UCI World Cycling Championships

Venue: Glasgow Dates: 3-13 August

Coverage: Follow live across the BBC Sport website, app & iPlayer

Neah Evans has an apology to make. "Sorry Dad," she says, with a laugh. Without father Malcolm's persistence in urging her to get on a bike, she would not have become a world champion.

Evans was a latecomer to the velodrome. She was a horse rider and hill runner before and worked as a vet. But eventually taking up cycling as a student changed her life.

"My dad has always cycled," Evans told BBC Scotland. "When I was hill running he said: 'You'd be better at cycling than running.'

"But I was like: 'Whatever dad, I don't care, I don't like cycling.' And somewhat ironically I'm now a professional cyclist."

And a good one at that. At 26 she stopped working as a vet to become a full-time athlete, having balanced both for a while, and six years later she has national, European, world, and Olympic medals.

The crowning moment so far came at the World Championships in Paris last October, when Evans sprinted to a thrilling points race gold.

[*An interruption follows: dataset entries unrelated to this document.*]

def make_plan(n_sites: int = 3, horizon_years: int = 20, seed: int = 0, *, hostile_names: bool = False,
              with_optional: bool = True, lost_load: bool = False) -> dict:
    """Return an invented plan dict.

    Parameters
    ----------
    hostile_names : bool
        Name site 0 ``=HYPERLINK("x")`` and site 1 ``+1+1``; give site 2 the region ``-Demo Ridge``.
    with_optional : bool
        Include optional parts (sensitivity, alternatives, P10/P90 life and SOH bands).
    lost_load : bool
        Let every 25th site (from site 7) lose 15 % of its load and every 25th (from site 11)
        0.4 %, as a fleet with undersized charging sources does.
    """
    rng = np.random.default_rng(seed)
    regions = _regions(n_sites)
    sites = []
    trips = {}
    for i in range(n_sites):
        chem = CHEMISTRIES[i % 4]
        region = regions[i % len(regions)]
        life = float(rng.uniform(4.0, 12.0))
        # sites of a region are visited together, as a fleet plan groups them: the region's
        # replacement step and month
        k_region = i % len(regions)
        step = (6, 8, 10, 12)[k_region % 4]
        repl = list(range(0, horizon_years, step))
        months = [int(MONTHS_OPEN[(k_region + k) % len(MONTHS_OPEN)]) for k in range(len(repl))]
        ref_wh = float(rng.uniform(500, 5000))
        over = float(rng.choice([1.0, 1.5, 2.0, 3.0]))
        packs, labour = float(rng.uniform(1000, 9000)), float(rng.uniform(200, 900))
        trips_share, disposal = float(rng.uniform(500, 4000)), float(rng.uniform(20, 200))
        residual, risk = -float(rng.uniform(0, 800)), float(rng.uniform(0, 300))
        downtime = float(rng.uniform(0, 2000)) if i % 5 == 0 else 0.0
        del trips_share  # the site's share of its trips is added once the trips are known
        breakdown = {"packs": packs, "labour": labour, "trips": 0.0, "disposal": disposal,
                     "residual": residual, "failure_risk": risk, "downtime": downtime}
        air = 10 + 12 * np.sin(np.linspace(0, 2 * np.pi, 12, endpoint=False) - 2) + rng.normal(0, 1, 12)
        batt = air + rng.uniform(2, 8)
        name = f"Demo gauge {i:04d}"
        if hostile_names and i == 0:
            name = '=HYPERLINK("x")'
        if hostile_names and i == 1:
            name = "+1+1"
        if hostile_names and i == 2:
            region = "-Demo Ridge"
        site = {
            "id": f"S{i:04d}", "name": name, "region": region,
            "climate": CLIMATES[i % len(CLIMATES)], "enclosure": ENCLOSURES[i % len(ENCLOSURES)],
            "charging": "pv" if i % 3 else "mains-float",
            "chemistry": chem, "oversize_factor": over,
            "system_voltage_v": 12.0, "charge_voltage_v": 14.4 if chem != "vrla" else 13.8,
            "charge_voltage_v_per_cell": 3.6 if chem != "vrla" else 2.3,
            "capacity_wh": ref_wh * over, "capacity_ah": ref_wh * over / 12.0,
            "pack_structure": "4s2p" if chem != "vrla" else "6s1p",
            "pack_mass_kg": float(rng.uniform(5, 60)),
            "replacement_years": repl, "replacement_months": months,
            "life_years": life, "limiting_cause": ["calendar", "cycling", "cold capacity"][i % 3],
            "present_cost": sum(breakdown.values()), "cost_breakdown": breakdown,
            "reference_capacity_wh": ref_wh, "unserved_wh_per_year": float(rng.uniform(0, 5)),
            "equivalent_full_cycles_per_year": float(rng.uniform(20, 300)),
            "reference_factors": {"daily_load_wh": ref_wh / 6, "autonomy_days": 5.0, "max_dod_frac": 0.8,
                                  "temperature_factor": 1.1, "aging_factor": 1.25, "design_margin": 1.1,
                                  "design_temp_c": -10.0},
            "daily_load_wh": ref_wh / 6, "load_peak_w": float(rng.uniform(5, 50)),
            "temperature": {"air_mean_c": float(air.mean()), "air_p99_c": float(air.max() + 8),
                            "battery_mean_c": float(batt.mean()), "battery_p1_c": float(batt.min() - 6),
                            "battery_p99_c": float(batt.max() + 12), "hours_above_45c": float(rng.integers(0, 400)),
                            "hours_below_0c": float(rng.integers(0, 2000)),
                            "effective_temp_c": float(batt.mean() + 3)},
            "climate_monthly": {"air_mean_c": air.tolist(), "battery_mean_c": batt.tolist()},
            "soh_by_month": _soh_curve(horizon_years, life, repl, rng).tolist(),
            "warnings": [f"demo warning for site {i}"] if i % 2 == 0 else [],
            "next_visit_year": repl[1] if len(repl) > 1 else None,
            # most packs are safe until their visit, one in ten may not be
            "risk_before_next_visit_frac": float(rng.uniform(0, 0.3) if i % 10 == 4 else rng.uniform(0, 0.08)),
        }
        measure = "insulated-box" if i % 6 == 1 else "none"
        mass = site["pack_mass_kg"]
        site.update({
            "chemistry_name": CHEMISTRY_NAMES[chem], "eol_soh_frac": 0.7 if chem != "vrla" else 0.8,
            "oversize_factor_step": over, "thermal_measure": measure,
            "access_months": list(range(1, 13)) if i % 3 == 0 else list(MONTHS_OPEN),
            "notes": ("Demo note: gate key at the depot" if i % 10 == 1 else
                      "Demo note: boat landing, calm days only" if i % 10 == 6 else ""),
            "charge_blocked_hours_per_year": float(rng.integers(0, 200)) if chem in ("lfp", "nmc") else 0.0,
            "life_extrapolated": i % 4 != 3,
            "life_extrapolation_note": "demo fit spans 25-45 °C; this is 12 °C" if i % 4 != 3 else "",
            "years_to_report_soh": life * 0.9,
            "replacements": [_pack(CHEMISTRIES[(i + 1) % 4] if k == len(repl) - 1 and i % 7 == 0 else chem,
                                   site["capacity_wh"], mass, measure, y, m, life)
                             for k, (y, m) in enumerate(zip(repl, months))],
        })
        if lost_load and i % 25 in (7, 11):
            share = 0.15 if i % 25 == 7 else 0.004
            site["unserved_wh_per_year"] = share * site["daily_load_wh"] * 365.0
            site["limiting_cause"] = "charging source too small (December: 4.8 kWh offered, 6.4 kWh drawn)"
            breakdown["downtime"] = share * 365.0 * 200.0 * 10.0
        if i % 5 == 3:
            site["existing_pack"] = {"chemistry": "vrla", "capacity_wh": site["capacity_wh"] * 0.8,
                                     "age_years": 6.0, "pack_mass_kg": mass * 1.3, "remaining_life_years": 1.5}
        site["expected_failure_cost_before_next_visit"] = site["risk_before_next_visit_frac"] * 3000.0
        site["expected_downtime_cost_before_next_visit"] = site["risk_before_next_visit_frac"] * 1200.0
        if with_optional:
            kind = ("station", "normals", "bundled")[i % 3]
            site["site_climate"] = {
                "kind": kind, "climate": site["climate"],
                "source": {"station": f"demo-station-{i % 4}.epw", "normals": f"S{i:04d} (normals.csv)",
                           "bundled": site["climate"]}[kind],
                "latitude_deg": float(rng.uniform(-40, 65)), "longitude_deg": float(rng.uniform(-120, 150)),
                "altitude_m": float(rng.uniform(0, 3000)), "position_from": "sites table",
                "utc_offset_h": float(rng.integers(-8, 10)), "utc_offset_from": "longitude",
                "station_distance_km": float(rng.uniform(1, 300)) if kind == "station" else None,
                "reference_altitude_m": float(rng.uniform(0, 2000)),
                "altitude_shift_k": float(rng.uniform(-5, 5)), "notes": [], "warnings": []}
            site["life_p10_years"] = life * 0.8
            site["life_p50_years"] = life
            site["life_p90_years"] = life * 1.15
            if i % 2 == 0:
                site["soh_p10_by_month"] = (np.array(site["soh_by_month"]) - 0.04).tolist()
                site["soh_p90_by_month"] = (np.array(site["soh_by_month"]) + 0.03).tolist()
            alts = []
            for other in CHEMISTRIES[:4]:
                if other == chem:
                    continue
                alt_life = float(rng.uniform(3, 14))
                alt_repl = list(range(0, horizon_years, max(1, int(alt_life))))
                alts.append({"chemistry": other, "oversize_factor": 2.0, "charge_voltage_v": 14.0,
                             "capacity_wh": ref_wh * 2, "life_years": alt_life,
                             "present_cost": site["present_cost"] * float(rng.uniform(1.01, 1.6)),
                             "soh_by_month": _soh_curve(horizon_years, alt_life, alt_repl, rng).tolist()})
            site["alternatives"] = alts
        sites.append(site)
        for year, month in zip(repl, months):
            trips.setdefault((region, year, month), []).append(site)
    trip_list = []
    for (region, year, month), members in sorted(trips.items(), key=lambda kv: (kv[0][1], kv[0][2], kv[0][0])):
        trip_list.append({"region": region, "year": year, "month": month,
                          "site_ids": [s["id"] for s in members], "pack_count": len(members),
                          "pack_mass_kg": float(sum(s["pack_mass_kg"] for s in members)),
                          "trip_count": 1, "cost": TRIP_COST,
                          "site_visits_cost": SITE_VISIT_COST * len(members)})
        for s in members:  # each site's share of the trip, present value at the start
            s["cost_breakdown"]["trips"] += (TRIP_COST / len(members) + SITE_VISIT_COST) / 1.03 ** year
    for s in sites:
        s["present_cost"] = float(sum(s["cost_breakdown"].values()))
    total = float(sum(s["present_cost"] for s in sites))
    spending, by_region = _spending(sites, trip_list, horizon_years, rate=0.03, inflation=0.02, start_year=2030)
    groups = {"equipment": 0.0, "trips_and_labour": 0.0, "downtime": 0.0, "failure_risk": 0.0}
    for s in sites:
        b = s["cost_breakdown"]
        groups["equipment"] += b["packs"] + b["disposal"] + b["residual"]
        groups["trips_and_labour"] += b["trips"] + b["labour"]
        groups["downtime"] += b["downtime"]
        groups["failure_risk"] += b["failure_risk"]
    plan = {
        "schema_version": 1,
        "study": {"name": "demo-network", "currency": "EUR", "horizon_years": horizon_years,
                  "discount_rate_frac": 0.03, "sites_file": "demo-sites.csv",
                  "start_year": 2030, "inflation_frac": 0.02, "report_soh_frac": 0.8},
        "total_present_cost": total,
        "solver": {"name": "HiGHS", "status": "optimal", "gap_frac": 0.0012, "seconds": 1.75,
                   "objective": total, "best_bound": total * (1 - 0.0012), "decomposition": "per region"},
        "sites": sites,
        "trips": trip_list,
        "spending_by_year": spending,
        "spending_by_region": by_region,
        "cost_groups": groups,
        "chemistry_comparison": [_comparison_row(c, k, total, sites) for k, c in enumerate(CHEMISTRIES)],
        "assumptions": [
            {"group": "economics", "name": "real discount rate", "value": 0.03, "unit": "fraction",
             "source": "study file"},
            {"group": "costs", "name": "helicopter mobilisation", "value": 2500.0, "unit": "EUR per trip",
             "source": "illustrative"},
            {"group": "aging", "name": "lead-acid life halving step", "value": 8.0, "unit": "K",
             "source": "common practice"},
        ],
        "cautions": ["Demo caution from the pipeline."],
        "unserved_sites": [],
    }
    if with_optional:
        plan["sensitivity"] = [
            {"case": "trip cost x0.5", "total_present_cost": total * 0.9, "change_frac": -0.1, "designs_changed": 1},
            {"case": "trip cost x2", "total_present_cost": total * 1.2, "change_frac": 0.2, "designs_changed": 2},
            {"case": "warming +2 K", "total_present_cost": total * 1.05, "change_frac": 0.05, "designs_changed": 0},
        ]
    return copy.deepcopy(plan)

It was her first global gold medal in an individual event. In cycling, the extra reward is you get to wear the famous rainbow jersey when you race for the rest of the season, to signify your status as reigning champion.

For Evans, the novelty is yet to wear off. "Every time you go 'oh' and find yourself with an extra smile," she says, grinning.

So how has Evans managed to break the mould and enjoy such success despite having such a short professional career?

Natural fitness and talent - mum Ros competed in cross-country skiing at the 1984 Winter Olympics - has run alongside hard work and a calm determination, fuelled by a healthy dose of perspective.

"I know how hard I train and how much time and effort I've put into it," Evans says. "I think: 'If I've done all this, I've got to be fairly good.' And then you get on the start line and you think: 'I can beat these people.'

"I really did think it would just be a year or two and then I'd be found out as not being good enough and I'd go back to having a proper job. But I'm still winging it - so long may it continue."

There is plenty more Evans wants to achieve, starting with defending her world title in Glasgow this August. The chance to do so in front of a home crowd is even more mouth-watering for the Scot.

At the same time, she admits it brings more pressure than she's ever faced before. Then there is the biggest goal of all, the Paris Olympics next summer and a potential tilt at madison gold with her friend Katie Archibald.

Those are the things Evans has in mind whenever she pauses to reflect on everything she has achieved in just six years.

"I don't do it too often because I very much feel I'm on the up," she says. "I'm still developing and have so much more I want to achieve.

"So as much as I do take little moments and go 'I have achieved a lot over a short space of time', I don't feel I'm finished by any stretch of the imagination. So I'm not ready to sum up what I've done."

If Evans' results keep trending upwards, it could be a very special career to reflect on.